BASHIRI is an approach to infer failure oracles from a small test suite automatically.
Program fixes must preserve passing tests while fixing failing ones. Validating these properties requires test oracles that distinguish passing from failing runs.
We introduce BASHIRI, an approach that learns failure oracles from test suites with labeled outcomes using execution features. BASHIRI leverages execution-feature-driven debugging to collect program execution features and trains interpretable models as testing oracles.

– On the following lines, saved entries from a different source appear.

// Bank statements: an OFX file with two accounts (OFX 2.x specification: one STMTTRNRS per
// account in BANKMSGSRSV1), a currency other than the club's, and an imported statement corrected
// or removed until its period is locked. Files and figures are invented.
import { and, eq, inArray } from "drizzle-orm";
import { beforeAll, describe, expect, it } from "vitest";
import { auditLog, bankLines, bankStatements } from "@/db/schema";
import { correctBankStatement, removeBankStatement } from "@/lib/actions/money/bank-statement-edits";
import { importBankStatement, type BankImportAnswer } from "@/lib/actions/money/import-bank-statement";
import { bookLine, lockReconciledPeriod, unmatchLine } from "@/lib/actions/money/reconcile-lines";
import { ofxFile, twoAccounts } from "../fixtures/ofx-two-accounts";
import { EMPTY, clubBySlug, db, expectRedirect, form, seedOnce, signInAs } from "./helpers";

const CLUB = "cottonwood-flyers";
const TREASURER = "cottonwood.admin@hangarline.test";
const PILOT = "cottonwood.pilot@hangarline.test";
const club = () => clubBySlug(CLUB);
const ofx = (text: string, name = "bank.ofx") => new File([text], name, { type: "application/x-ofx" });
const statements = () => db().select().from(bankStatements).where(eq(bankStatements.clubId, club().id)).all();
const lines = (statementId: string) => db().select().from(bankLines).where(eq(bankLines.statementId, statementId)).orderBy(bankLines.lineNo).all();
const audits = (action: string) => db().select().from(auditLog).where(and(eq(auditLog.clubId, club().id), eq(auditLog.action, action))).all();
const key = (n: number) => `bank-statements-test-key-${String(n).padStart(4, "0")}`;
const TWO = ofxFile(twoAccounts("2026-04-01", "2026-04-30"));

async function importOfx(text: string, extra: Record<string, string> = {}): Promise<string> {
  const to = await expectRedirect(() => importBankStatement(EMPTY, form({ club: CLUB, format: "ofx", file: ofx(text), ...extra })));
  return to.split("/reconciliation/")[1]!;
}

beforeAll(async () => {
  await seedOnce();
});

describe("an OFX file holding two accounts", () => {
  it("imports nothing and answers with the accounts to choose from", async () => {
    signInAs(TREASURER);
    const state = await importBankStatement(EMPTY, form({ club: CLUB, format: "ofx", file: ofx(TWO) }));
    expect(state.ok).toBe(false);
    expect(state.message).toBe("This file holds 2 accounts; choose the one to import (one account per statement). Nothing was imported.");
    expect((state.data as BankImportAnswer).accounts.map((a) => [a.key, a.maskedId, a.type, a.currency, a.transactions, a.firstDate, a.lastDate])).toEqual([
      ["1-2333", "••••2333", "CHECKING", "USD", 3, "2026-04-01", "2026-04-30"],
      ["2-8777", "••••8777", "SAVINGS", "USD", 2, "2026-04-01", "2026-04-30"],
    ]);
    expect(state.fieldErrors.account?.length).toBe(1);
    expect(JSON.stringify(state)).not.toContain("000999888777");
    expect(statements()).toHaveLength(0);
    expect(audits("money.bank.import")).toHaveLength(0);
  });

  it("imports the chosen account once, whatever the number of presses (idempotency key)", async () => {
    signInAs(TREASURER);
    const fields = { club: CLUB, format: "ofx", account: "2-8777", idempotencyKey: key(1) };
    const first = await importBankStatement(EMPTY, form({ ...fields, file: ofx(TWO, "two.ofx") }));
    const again = await importBankStatement(EMPTY, form({ ...fields, file: ofx(TWO, "two.ofx") }));
    expect(first.ok).toBe(true);
    expect(first.message).toBe("Account ••••8777: 2 lines imported; 0 matched automatically.");
    expect(again).toEqual(first);
    const [st] = statements();
    expect(statements()).toHaveLength(1);
    expect(st!.closingBalanceMinor).toBe(902166); // the savings account's LEDGERBAL 9021.66
    expect(lines(st!.id).map((l) => l.description)).toEqual(["INTEREST PAID", "TRANSFER TO CHECKING"]);
    expect(audits("money.bank.import").map((a) => (a.after as { account: string }).account)).toEqual(["••••8777"]);
  });
});

describe("a currency other than the club's", () => {
  it("refuses the statement, naming both currencies, and writes nothing", async () => {
    signInAs(TREASURER);
    const before = statements().length;
    const state = await importBankStatement(EMPTY, form({ club: CLUB, format: "ofx", file: ofx(ofxFile(twoAccounts("2026-05-01", "2026-05-31", { savingsCurrency: "CAD" }))), account: "2-8777" }));
    expect(state).toMatchObject({ ok: false, message: "The statement for ••••8777 is in CAD; the club's books are in USD. Nothing was imported: import a statement in USD." });
    const [checking] = twoAccounts("2026-05-01", "2026-05-31", { txnCurrency: "EUR" });
    const txn = await importBankStatement(EMPTY, form({ club: CLUB, format: "ofx", file: ofx(ofxFile([checking!])) }));
    expect(txn.ok).toBe(false);
    expect(txn.message).toMatch(/^The transaction of 2026-05-31 "DEPOSIT MISC" is in EUR; the club's books are in USD\./);
    const csv = await importBankStatement(EMPTY, form({ club: CLUB, format: "csv", file: new File(["Date,Description,Amount,Currency\r\n2026-05-03,CARD,-9.00,EUR\r\n"], "may.csv"), dateColumn: "Date", amountColumn: "Amount", descriptionColumn: "Description", currencyColumn: "Currency", closingBalance: "10.00" }));
    expect(csv).toMatchObject({ ok: false, message: "Row 2, column Currency: the row is in EUR; the club's books are in USD. Nothing was imported." });
    expect(statements()).toHaveLength(before);
  });
});

describe("correcting and removing an imported statement", () => {
  let statementId = "";
  beforeAll(async () => {
    signInAs(TREASURER);
    statementId = await importOfx(TWO, { account: "1-2333" });
  });

  it("only the treasurer's permission may correct or remove", async () => {
    signInAs(PILOT);
    expect((await correctBankStatement(EMPTY, form({ club: CLUB, statementId, closingBalance: "1.00" }))).ok).toBe(false);
    expect((await removeBankStatement(EMPTY, form({ club: CLUB, statementId }))).ok).toBe(false);
    expect((await importBankStatement(EMPTY, form({ club: CLUB, format: "ofx", file: ofx(TWO), account: "2-8777" }))).ok).toBe(false);
    expect(db().select().from(bankStatements).where(eq(bankStatements.id, statementId)).get()!.closingBalanceMinor).toBe(148017);
  });

  it("corrects a mistyped closing balance, with an audit entry before and after", async () => {
    signInAs(TREASURER);
    const state = await correctBankStatement(EMPTY, form({ club: CLUB, statementId, closingBalance: "1,408.17", idempotencyKey: key(2) }));
    expect(state).toMatchObject({ ok: true, message: "Closing balance corrected from $1,480.17 to $1,408.17.", refresh: true });
    expect(db().select().from(bankStatements).where(eq(bankStatements.id, statementId)).get()!.closingBalanceMinor).toBe(140817);
    const [entry] = audits("money.bank.correct");
    expect(entry).toMatchObject({ subjectId: statementId, before: { closingBalanceMinor: 148017 }, after: { closingBalanceMinor: 140817 } });
    const same = await correctBankStatement(EMPTY, form({ club: CLUB, statementId, closingBalance: "1408.17" }));
    expect(same).toMatchObject({ ok: false, message: "That is the closing balance the statement already has." });
    const bad = await correctBankStatement(EMPTY, form({ club: CLUB, statementId, closingBalance: "twelve" }));
    expect(bad.ok).toBe(false);
    expect(bad.fieldErrors.closingBalance?.[0]).toMatch(/like 4210.55/);
    expect(audits("money.bank.correct")).toHaveLength(1);
  });

  it("refuses to remove while a line is matched, saying what blocks it; removes once unmatched", async () => {
    signInAs(TREASURER);
    const fee = lines(statementId).find((l) => l.description === "SERVICE CHARGE")!;
    expect((await bookLine(EMPTY, form({ club: CLUB, bankLineId: fee.id, account: "bank-fees", memo: "Service charge" }))).ok).toBe(true);
    const blocked = await removeBankStatement(EMPTY, form({ club: CLUB, statementId }));
    expect(blocked).toMatchObject({ ok: false, message: "1 line of this statement is matched to the books; undo that match first (a match may have posted an entry), then remove the statement." });
    expect(statements().some((s) => s.id === statementId)).toBe(true);

    expect((await unmatchLine(EMPTY, form({ club: CLUB, bankLineId: fee.id }))).ok).toBe(true);
    const ids = lines(statementId).map((l) => l.id);
    const removed = await removeBankStatement(EMPTY, form({ club: CLUB, statementId, idempotencyKey: key(3) }));
    expect(removed).toMatchObject({ ok: true, message: "Statement 2026-04-01 to 2026-04-30 (bank.ofx) removed with its 3 lines; the file can be imported again.", redirectTo: `/clubs/${CLUB}/money/reconciliation` });
    expect(await removeBankStatement(EMPTY, form({ club: CLUB, statementId, idempotencyKey: key(3) }))).toEqual(removed); // answered once, landed once
    expect(statements().some((s) => s.id === statementId)).toBe(false);
    expect(db().select().from(bankLines).where(inArray(bankLines.id, ids)).all()).toHaveLength(0);
    expect(audits("money.bank.remove")).toMatchObject([{ subjectId: statementId, before: { fileName: "bank.ofx", closingBalanceMinor: 140817, linesRemoved: 3 } }]);

    // The same account imports again: its lines are no longer known.
    const again = await importOfx(TWO, { account: "1-2333" });
    expect(lines(again)).toHaveLength(3);
  });

  it("refuses to correct or remove once the period is locked", async () => {
    signInAs(TREASURER);
    // January 2025: one bank fee, posted from the statement, so the two sides agree and the period locks.
    const csv = "Date,Description,Amount\r\n2025-01-31,ACCOUNT FEE,-8.00\r\n";
    const to = await expectRedirect(() => importBankStatement(EMPTY, form({ club: CLUB, format: "csv", file: new File([csv], "jan.csv"), dateColumn: "Date", amountColumn: "Amount", descriptionColumn: "Description", referenceColumn: "", closingBalance: "-8.00" })));
    const jan = to.split("/reconciliation/")[1]!;
    expect((await bookLine(EMPTY, form({ club: CLUB, bankLineId: lines(jan)[0]!.id, account: "bank-fees" }))).ok).toBe(true);
    expect((await lockReconciledPeriod(EMPTY, form({ club: CLUB, statementId: jan }))).ok).toBe(true);

    const correct = await correctBankStatement(EMPTY, form({ club: CLUB, statementId: jan, closingBalance: "-9.00" }));
    expect(correct).toMatchObject({ ok: false, message: "The statement 2025-01-01 to 2025-01-31 is in a reconciled, locked period (the books are locked through 2025-01-31); it can no longer be corrected." });
    const remove = await removeBankStatement(EMPTY, form({ club: CLUB, statementId: jan }));
    expect(remove).toMatchObject({ ok: false, message: "The statement 2025-01-01 to 2025-01-31 is in a reconciled, locked period (the books are locked through 2025-01-31); it can no longer be removed." });
    expect(db().select().from(bankStatements).where(eq(bankStatements.id, jan)).get()!.closingBalanceMinor).toBe(-800);
    expect(audits("money.bank.remove")).toHaveLength(1);
  });

  it("answers a statement of another club like a missing one", async () => {
    signInAs("silberau.admin@hangarline.test");
    const [st] = statements();
    const state = await removeBankStatement(EMPTY, form({ club: "aeroclub-silberau", statementId: st!.id }));
    expect(state).toMatchObject({ ok: false, message: "That statement was not found in this club." });
  });
});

Our evaluation shows that BASHIRI predicts test outcomes with 95% accuracy, effectively identifying failing runs.
BASHIRI is available as an open-source tool at https://github.com/smythi93/bashiri
A demonstration video is available at https://youtu.be/D2mJkCtSXtM
To install BASHIRI and its dependencies, run the following command:
python -m pip install .For BASHIRI, you need to instrument your subject.
instrument("middle.py", "tmp.py", "middle.json")Next, you need some tests to execute and collect their event traces.
We provide two collectors, one for unit tests and one for input to the program.
However, implementing another collector by inheriting the base class EventCollector and implementing its collect() method is an option.
To employ the collector, use it like this:
oracle = Bashiri(
"middle.py",
(passing, failing),
access="tmp.py",
mapping="middle.json",
work_dir=".",
)
oracle.learn()Now, we can leverage the collector, handle, and oracle to identify the result of an unseen execution/test case with high accuracy.
result = oracle.predict(unseen_test)The mapping approach infers connections between the events if different versions of a program, e.g., a faulty and a fixed version. This mapping allows to continuously apply the learned oracles.
patch = PatchTranslator.build_t4p_translator(project)
creator = MappingCreator(mapping_bug)
mapping = creator.create(mapping_fix, patch)
translation_mapping = EventMapping(
mapping_bug.mapping,
translation=mapping.get_translation(),
alternative_mapping=mapping_fix.mapping,
)We have additionally implemented a mechanism to incorporate a human oracle to enrich insufficient test sets in the HumanOracleRefinement class.
seeds = {i: s, for i, s in enumerate(passing + failing)}
refinement = HumanOracleRefinement(oracle, seeds, collector)
refinement.run()We have provided a short example in the example.ipynb notebook.
This notebook demonstrates how to use BASHIRI with a simple example, including instrumentation, test collection, and oracle learning.
This project is licensed under the MIT License - see the LICENSE file for details.